O penhor é instituto de direito material, tutelado pelos arts. 1.431 e ss. do CC, sendo o penhor legal regulamentado pelos arts. 1.467 a 1.472 do CC. Naturalmente, os limites do presente livro não permitem maiores digressões a respeito desse instituto de direito material, bastando em caráter introdutório uma breve definição do que é penhor legal.
Segundo o art. 1.431 do CC, o penhor é constituído pela transferência efetiva da posse que, em garantia do débito ao credor ou a quem o represente, faz o devedor, ou alguém por ele, de uma coisa móvel, suscetível de alienação. Já o art. 1.467 do CC prevê as hipóteses de penhor legal, afirmando serem credores pignoratícios, independentemente de convenção:
(I) os hospedeiros ou fornecedores de pousada, sobre bagagens, móveis, joias ou dinheiro que os consumidores ou fregueses tiverem consigo na hipótese de não pagamento das despesas;
(II) o dono do prédio rústico ou urbano, sobre os bens móveis do rendeiro ou inquilino que estiverem guarnecendo o mesmo prédio, na hipótese de não pagamento dos aluguéis – bem como os encargos acessórios1 – ou rendas.
Como consta expressamente dos arts. 1.431 e 1.467 do CC, somente bens móveis poderão ser objeto de penhor, desde que suscetíveis de alienação. Essa última exigência tem importante consequência processual, considerando-se que a alienação mencionada no dispositivo legal é tanto a convencional como a judicial, de forma que os bens impenhoráveis, apesar de serem alienáveis por vontade do proprietário, não podem ser alienados judicialmente, o que basta para impedir que o penhor legal recaia sobre eles. Bens impenhoráveis, portanto, não podem ser objeto de penhor legal2.

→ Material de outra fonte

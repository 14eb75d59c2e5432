//! The instrument on the network, against a simulated one with its faults.

use crate::simulated::{Fault, POINTS, Simulated, frequencies, impedances};
use proptest::prelude::*;
use reelgate::bench::source::{Event, Instrument, Proof, Source, Taken, Trouble};
use reelgate::station::{self, Station};
use reelgate::sweep::{RawFile, read_file};
use std::time::{Duration, Instant};

/// Longer than any wait of the program.
const LONG: Duration = Duration::from_secs(60);

/// A station of this instrument; `read` is the list of questions, `more` further keys of the link.
fn station(port: u16, read: &str, more: &str) -> Station {
    let text = format!(
        "station: T\nmethod: direct\ninstrument_link:\n  tcp: \"127.0.0.1:{port}\"\n  setup: [\"*CLS\", \
         \"SWE:POIN 60\"]\n  trigger: INIT\n  wait: {{query: \"*OPC?\", until: \"1\", longest: 20 s}}\n  \
         errors: {{query: \"ERR?\", none: \"0\"}}\n  abort: [\"ABOR\", \"OUTP OFF\"]\n  finish: \"OUTP:REST\"\n  read: [{read}]\n{more}"
    );
    station::read("t.yaml", text.as_bytes()).unwrap_or_else(|faults| panic!("{faults}"))
}

const ASCII: &str = "{quantity: frequency, query: \"F:ASC?\", format: ascii}, {quantity: \
                     [resistance, reactance], query: \"Z:ASC?\", format: ascii}";
const BINARY: &str = "{quantity: frequency, query: \"F:R64L?\", format: real64, order: little}, \
                      {quantity: [resistance, reactance], query: \"Z:R64B?\", format: real64, order: big}";

fn open(station: &Station) -> Instrument {
    let link = station.instrument_link.as_ref().expect("a link");
    Instrument::open(link, station).expect("a source")
}

/// What a measurement comes to.
fn outcome(source: &mut Instrument) -> Result<Taken, Trouble> {
    let end = Instant::now() + LONG;
    while Instant::now() < end {
        match source.next(LONG)? {
            Event::Sweep(taken) => return Ok(taken),
            Event::Step(_) | Event::Lost(_) | Event::Recovered(_) => {}
            other => panic!("{other:?}"),
        }
    }
    panic!("nothing came");
}

fn measure(source: &mut Instrument, stem: &str) -> Result<Taken, Trouble> {
    source.begin(stem)?;
    outcome(source)
}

Apesar de previsto entre os processos cautelares típicos, a doutrina majoritária entende que a homologação de penhor legal não tem natureza jurídica cautelar. Provavelmente, o legislador tenha se impressionado com a previsão do art. 1.470 do CC, que exige a existência de perigo de demora para que o penhor legal seja admitido, presumindo que este de alguma forma se confunda com o periculum in mora, o que justificaria a colocação do procedimento no rol dos processos cautelares3. Ou ainda tenha levado em conta que o penhor legal realizado pelo credor não gera a satisfação de seu direito, funcionando tão somente como garantia – de natureza real, desde que ocorra a homologação judicial – do pagamento da dívida.
É corrente o entendimento de que a homologação do penhor legal é processo de jurisdição voluntária4, considerando que o autor desse processo busca apenas a constituição da garantia legal prevista pelo ordenamento material e a sentença de procedência concede a satisfação desse interesse5. No processo de homologação de penhor legal não interessa ao juiz a efetiva existência ou a extensão da dívida alegada pelo autor, bastando o preenchimento dos requisitos formais do penhor legal, o que inclusive impede que a sentença proferida no processo produza coisa julgada material6.
Ainda que não tenha natureza cautelar, a mera colocação da homologação do penhor legal no rol das cautelares típicas permite a aplicação de regras do procedimento cautelar, desde que não conflitantes com a natureza do processo. Dessa forma, a doutrina acertadamente entende pela aplicação do art. 806 do CPC, exigindo-se do autor o ingresso de ação de cobrança – pela via cognitiva ou executiva – no prazo de 30 dias do trânsito em julgado da sentença homologatória. A justificativa é simples: não há sentido em forçar o pretenso devedor a suportar uma garantia real em seus bens indefinidamente, a bel-prazer do credor7.
Conforme analisado no Capítulo 1, item 1.2.1, a autotutela é forma de solução de conflito realizada unilateralmente por uma das partes envolvidas no conflito de interesses pelo exercício da força, sendo de aceitação excepcional no sistema jurídico pátrio. Seria o penhor legal uma dessas exceções legais?
Apesar de dispositivos legais constantes do Código Civil e do Código de Processo Civil ora imporem para o penhor legal a anterior retirada de bens do patrimônio do devedor por ato do credor, ora indicarem que esse ato não é necessário, a melhor interpretação é aquela que leva em consideração três diferentes situações.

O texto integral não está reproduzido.